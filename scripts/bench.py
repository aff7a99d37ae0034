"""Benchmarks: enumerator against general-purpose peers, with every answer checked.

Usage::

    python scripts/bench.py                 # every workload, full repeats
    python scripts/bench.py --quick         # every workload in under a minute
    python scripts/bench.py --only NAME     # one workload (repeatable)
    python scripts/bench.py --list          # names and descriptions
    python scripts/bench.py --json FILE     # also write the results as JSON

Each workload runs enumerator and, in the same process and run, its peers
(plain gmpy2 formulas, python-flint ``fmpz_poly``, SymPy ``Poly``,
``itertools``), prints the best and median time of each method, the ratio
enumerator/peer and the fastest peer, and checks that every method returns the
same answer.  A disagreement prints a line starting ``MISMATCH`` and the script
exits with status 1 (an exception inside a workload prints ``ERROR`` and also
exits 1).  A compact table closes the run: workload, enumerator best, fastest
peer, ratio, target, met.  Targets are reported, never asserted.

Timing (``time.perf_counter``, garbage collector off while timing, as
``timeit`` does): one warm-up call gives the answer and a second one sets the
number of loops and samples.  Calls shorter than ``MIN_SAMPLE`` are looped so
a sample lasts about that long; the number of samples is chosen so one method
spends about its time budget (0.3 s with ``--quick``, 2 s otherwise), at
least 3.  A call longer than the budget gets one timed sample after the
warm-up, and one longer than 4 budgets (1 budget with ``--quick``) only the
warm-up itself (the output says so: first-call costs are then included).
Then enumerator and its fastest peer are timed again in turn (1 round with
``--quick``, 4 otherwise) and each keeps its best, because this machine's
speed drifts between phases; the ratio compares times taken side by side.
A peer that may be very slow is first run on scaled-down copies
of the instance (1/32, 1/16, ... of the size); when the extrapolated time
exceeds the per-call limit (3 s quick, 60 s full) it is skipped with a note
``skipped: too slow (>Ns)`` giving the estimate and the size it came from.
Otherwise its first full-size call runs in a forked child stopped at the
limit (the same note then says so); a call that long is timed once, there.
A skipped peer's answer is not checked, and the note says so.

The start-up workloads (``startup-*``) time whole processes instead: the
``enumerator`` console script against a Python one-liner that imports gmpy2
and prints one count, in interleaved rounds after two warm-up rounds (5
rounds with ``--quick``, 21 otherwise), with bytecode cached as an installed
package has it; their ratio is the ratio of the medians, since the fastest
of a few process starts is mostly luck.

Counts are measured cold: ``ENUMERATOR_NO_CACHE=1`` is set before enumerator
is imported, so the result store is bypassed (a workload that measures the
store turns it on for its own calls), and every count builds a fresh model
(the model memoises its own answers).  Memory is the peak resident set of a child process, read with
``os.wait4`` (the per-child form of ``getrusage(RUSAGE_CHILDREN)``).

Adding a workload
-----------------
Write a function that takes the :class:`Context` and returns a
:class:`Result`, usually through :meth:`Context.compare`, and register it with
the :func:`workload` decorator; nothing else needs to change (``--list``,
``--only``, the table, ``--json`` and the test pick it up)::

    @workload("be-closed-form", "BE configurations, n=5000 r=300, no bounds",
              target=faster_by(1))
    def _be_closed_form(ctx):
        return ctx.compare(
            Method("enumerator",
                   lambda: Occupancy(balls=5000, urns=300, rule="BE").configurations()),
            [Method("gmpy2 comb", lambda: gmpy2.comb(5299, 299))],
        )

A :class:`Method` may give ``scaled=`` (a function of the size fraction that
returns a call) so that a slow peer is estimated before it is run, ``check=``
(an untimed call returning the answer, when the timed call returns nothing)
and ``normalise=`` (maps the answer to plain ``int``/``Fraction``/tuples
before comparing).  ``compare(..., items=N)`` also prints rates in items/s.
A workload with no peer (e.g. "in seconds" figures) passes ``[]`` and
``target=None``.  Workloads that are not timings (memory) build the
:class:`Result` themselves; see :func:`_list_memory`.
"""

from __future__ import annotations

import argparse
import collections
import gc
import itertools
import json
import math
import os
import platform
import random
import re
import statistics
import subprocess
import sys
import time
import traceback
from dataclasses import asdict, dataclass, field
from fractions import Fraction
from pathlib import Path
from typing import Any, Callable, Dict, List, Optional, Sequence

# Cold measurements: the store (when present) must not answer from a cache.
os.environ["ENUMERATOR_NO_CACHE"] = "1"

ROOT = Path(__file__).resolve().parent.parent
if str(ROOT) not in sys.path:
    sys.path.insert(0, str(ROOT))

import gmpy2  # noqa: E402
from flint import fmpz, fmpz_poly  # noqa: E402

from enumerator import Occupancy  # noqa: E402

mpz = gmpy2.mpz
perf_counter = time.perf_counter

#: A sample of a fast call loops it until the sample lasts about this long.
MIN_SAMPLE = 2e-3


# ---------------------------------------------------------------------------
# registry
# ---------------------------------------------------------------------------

_What is being asked_
From the listing above, return the lines starting at the one with "Adding a workload" and ending at the one with "import random", both kept, exactly as they appear and nothing more.

_Written answer_
Adding a workload
-----------------
Write a function that takes the :class:`Context` and returns a
:class:`Result`, usually through :meth:`Context.compare`, and register it with
the :func:`workload` decorator; nothing else needs to change (``--list``,
``--only``, the table, ``--json`` and the test pick it up)::

    @workload("be-closed-form", "BE configurations, n=5000 r=300, no bounds",
              target=faster_by(1))
    def _be_closed_form(ctx):
        return ctx.compare(
            Method("enumerator",
                   lambda: Occupancy(balls=5000, urns=300, rule="BE").configurations()),
            [Method("gmpy2 comb", lambda: gmpy2.comb(5299, 299))],
        )

A :class:`Method` may give ``scaled=`` (a function of the size fraction that
returns a call) so that a slow peer is estimated before it is run, ``check=``
(an untimed call returning the answer, when the timed call returns nothing)
and ``normalise=`` (maps the answer to plain ``int``/``Fraction``/tuples
before comparing).  ``compare(..., items=N)`` also prints rates in items/s.
A workload with no peer (e.g. "in seconds" figures) passes ``[]`` and
``target=None``.  Workloads that are not timings (memory) build the
:class:`Result` themselves; see :func:`_list_memory`.
"""

from __future__ import annotations

import argparse
import collections
import gc
import itertools
import json
import math
import os
import platform
import random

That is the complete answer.